Ben Alp'in üzerine salyalarımı ve gözyaşlarımı akıtırken o da saçlarımı okşuyordu. Geri çekildim ve dudaklarını dudaklarıma yaklaştırdım. Ellerimle saçlarımı tutup boynumdan çekerken ani öpüşümle nefesi kesilmişti. Ama mecazi anlamda değil. Nefes alamamıştı bir süre. Sonra dudaklarının sıcaklığını, ellerinin yumuşaklığını benliğimde hissettim. Parfümü Burberry's'ti sanırım ve teniyle uyumu harikaydı. Beni nazikçe uzaklaştırdığı zaman arkamızda duran Eren ve Hazel'le göz göze gelip mahçup bir şekilde gülümsedim. Sanırım Hazel ''OHA'' demişti. Şu sıralar oldukça sık söyledikleri bir kelime bu..

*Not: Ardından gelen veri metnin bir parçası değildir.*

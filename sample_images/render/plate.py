"""Edges in profile, and the plate on which all six faces stand together."""

from __future__ import annotations

from typing import Literal

import cv2
import numpy as np

from sample_images.render import noise
from sample_images.render.clay import colour_of, grain
from sample_images.render.grid import Field, Grid, Mask, Points, blur, grid_over, resample
from sample_images.render.scene import Scene, fragment_solid, table_height
from sample_images.render.tablet import Tablet

EdgeFace = Literal["upper edge", "lower edge", "left edge", "right edge"]

SOLID_PX_PER_MM = 12.0
ABYSS = -40.0


def edge_scene(tablet: Tablet, face: EdgeFace, px_per_mm: float) -> Scene:
    """Return an edge seen square from outside: the obverse adjoins it as on the plate."""
    rng = np.random.default_rng([tablet.spec.seed, 31, len(face), ord(face[0])])
    far, broken, grid = _profile(tablet, face)
    fine = grid_over(
        grid.left,
        grid.upper,
        grid.left + (grid.width - 1) / grid.px_per_mm,
        grid.upper + (grid.height - 1) / grid.px_per_mm,
        px_per_mm,
    )
    there = np.isfinite(far)
    level = np.where(there, far, np.nanmin(np.where(there, far, np.nan)))
    # levels are a twelfth of a millimetre apart: smoothed, or they would show as steps
    weight = blur(there.astype(np.float32), 3.0)
    smooth = blur(np.where(there, level, 0).astype(np.float32), 3.0) / np.maximum(weight, 1e-3)
    heights = resample(np.where(there, smooth, level).astype(np.float32), grid, fine)
    here = resample(blur(there.astype(np.float32), 2.5), grid, fine) > 0.5
    rough = np.clip(resample(blur(broken.astype(np.float32), 1.5), grid, fine), 0, 1)
    heights += grain(fine, rng) * (1 - 0.5 * rough)
    heights += rough * noise.layered(fine, {3.0: 0.3, 1.4: 0.2, 0.6: 0.13, 0.28: 0.07, 0.13: 0.04}, rng)
    top = float(np.percentile(heights[here], 99.5))
    colour = colour_of(fine, tablet.spec.clay, np.zeros(fine.shape, np.float32), rough, rng)
    colour = np.where(here[..., None], colour, np.float32(0.0))
    placed = np.where(here, np.maximum(heights - top, ABYSS + 1), ABYSS)
    return Scene(fine, placed.astype(np.float32), colour.astype(np.float32), here)


def _profile(tablet: Tablet, face: EdgeFace) -> tuple[Field, Mask, Grid]:
    """Return how far the solid reaches outwards (nan: nothing), where it is broken, and the lattice."""
    side = tablet.obverse
    low = side.grid
    grid = grid_over(
        low.left,
        low.upper,
        low.left + (low.width - 1) / low.px_per_mm,
        low.upper + (low.height - 1) / low.px_per_mm,
        SOLID_PX_PER_MM,
    )
    solid = fragment_solid(tablet, side, grid, np.random.default_rng([tablet.spec.seed, 11]))
    heights = np.minimum(solid.face, solid.fracture)
    broken = solid.fracture < solid.face - 0.02
    levels = np.arange(table_height(side) - 2, side.body.convexities[0] + 2, 1 / SOLID_PX_PER_MM)
    turned = face in ("upper edge", "lower edge")
    fields = [np.asarray(f.T if turned else f) for f in (heights, solid.here, broken, solid.bottom)]
    outward = face in ("right edge", "lower edge")
    start = grid.upper if turned else grid.left
    reach, flags = _farthest(fields, levels, outward, start)
    # rows and columns as the plate shows them: the face in front lies towards the obverse
    towards_front = face in ("left edge", "upper edge")
    reach, flags = (reach, flags) if towards_front else (reach[::-1], flags[::-1])
    first = levels[0] if towards_front else -levels[-1]
    if turned:
        return reach, flags, Grid(grid.left, float(first), reach.shape[1], reach.shape[0], SOLID_PX_PER_MM)
    return reach.T, flags.T, Grid(float(first), grid.upper, reach.shape[0], reach.shape[1], SOLID_PX_PER_MM)


def _farthest(fields: list[Field], levels: Points, outward: bool, start: float) -> tuple[Field, Mask]:
    """Return, level by level, the farthest solid point of each row, and whether it is broken."""
    heights, here, broken, bottom = fields
    rows, columns = heights.shape
    reach = np.full((len(levels), rows), np.nan, np.float32)
    flags = np.zeros((len(levels), rows), bool)
    for number, level in enumerate(levels):
        solid = here.astype(bool) & (heights >= level) & (bottom <= level)
        found = solid.any(axis=1)
        place = columns - 1 - np.argmax(solid[:, ::-1], axis=1) if outward else np.argmax(solid, axis=1)
        distance = start + place / SOLID_PX_PER_MM
        reach[number, found] = (distance if outward else -distance)[found]
        flags[number] = found & (broken[np.arange(rows), place].astype(bool))
    return reach, flags


def paste(plate: Field, picture: Field, seen: Mask, corner: tuple[int, int]) -> None:
    """Put a cut-out face on the black plate, in place, with a soft edge."""
    rows, columns = seen.shape
    soft = np.asarray(cv2.GaussianBlur(seen.astype(np.float32), (0, 0), 1.0))[..., None]
    area = plate[corner[1] : corner[1] + rows, corner[0] : corner[0] + columns]
    area[:] = area * (1 - soft) + picture * soft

Alp kızlara selam verdikten sonra yanımızdan aceleyle ayrıldı. Biz de baş başa kaldık ve Arka Sokaklar'dakilere benzer bir sorgu ortamının içine düştüm. Balıklama atladım. Cup diye ses çıktı.

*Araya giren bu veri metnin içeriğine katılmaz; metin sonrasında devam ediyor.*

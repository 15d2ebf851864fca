"""Sexagesimal numbers in relative place value, and the tables that scribes made of them."""

from __future__ import annotations

from dataclasses import dataclass

BASE = 60


@dataclass(frozen=True)
class Column:
    """A column of a table: what it holds, and its entries line by line."""

    heading: str
    entries: tuple[str, ...]


def written(number: int) -> str:
    """Write a whole number without its trailing empty places.

    Examples
    --------
    >>> written(8000)
    '2,13,20'
    """
    while number % BASE == 0:
        number //= BASE
    places: list[int] = []
    while number:
        number, place = divmod(number, BASE)
        places.append(place)
    return ",".join(str(place) for place in reversed(places))


def reciprocal(number: int, power: int = 1) -> str:
    """Write the reciprocal of a regular number, or a power of it.

    Examples
    --------
    >>> reciprocal(27)
    '2,13,20'
    """
    divisor = number**power
    whole = 1
    while whole % divisor:
        whole *= BASE
    return written(whole // divisor)


def column(heading: str, numbers: list[int]) -> Column:
    """Return a column of whole numbers."""
    return Column(heading, tuple(written(number) for number in numbers))


def reciprocals(heading: str, numbers: list[int], power: int = 1) -> Column:
    """Return a column of reciprocals."""
    return Column(heading, tuple(reciprocal(number, power) for number in numbers))


def digits(text: str) -> list[int]:
    """Return the places of an entry.

    Examples
    --------
    >>> digits("2,13,20")
    [2, 13, 20]
    """
    return [int(place) for place in text.split(",")]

Eren ''Dökül.'' diye söze başladı.

6 yorum:

Sumimizakura dedi ki...

4 kere üst üste okudum! Evvet tepkim aynen oha olurdu. O elleri nerende hissettin merak içindeyim :D ben de bitirdim oku bebeyim. Bunun devamını bekliyorum en kısa zamanda. Wuhu ne bıdı bıdı yaptım ya hadi Çüz.

Sliwer dedi ki...

Dökülürsün cidden öyle bir durum olursa. "Where's the poop Robin?" demeye başlarım :P Tam istediğimiz gibi gidiyor, ahdi bakalım kalp kalp kalp

Didisko dedi ki...

kızlarcım öyle bi durum olamayacak raat olun. :D selin sürtüğü bu günlerin tadını çıkarsın. Bu da size kıyağım olsun. :D

Profösör dedi ki...

"Oha !.." ne demek? Hangi kelimenin yerini tutuyor. Belki bir cümleyi ifade edebilir. Şaşkınlık mı?

Didisko dedi ki...

Oha japonca'da günaydın demek. Biz genç nesil de çok şaşırdığımızda birbirimize günaydın deriz. Şu sıralar Japonya'yla fazla ilgilendiğim için sanırım yazılarıma da yansımış.

Profösör dedi ki...

Aaaaa bir yaşıma daha girdim bak. "Günaydın"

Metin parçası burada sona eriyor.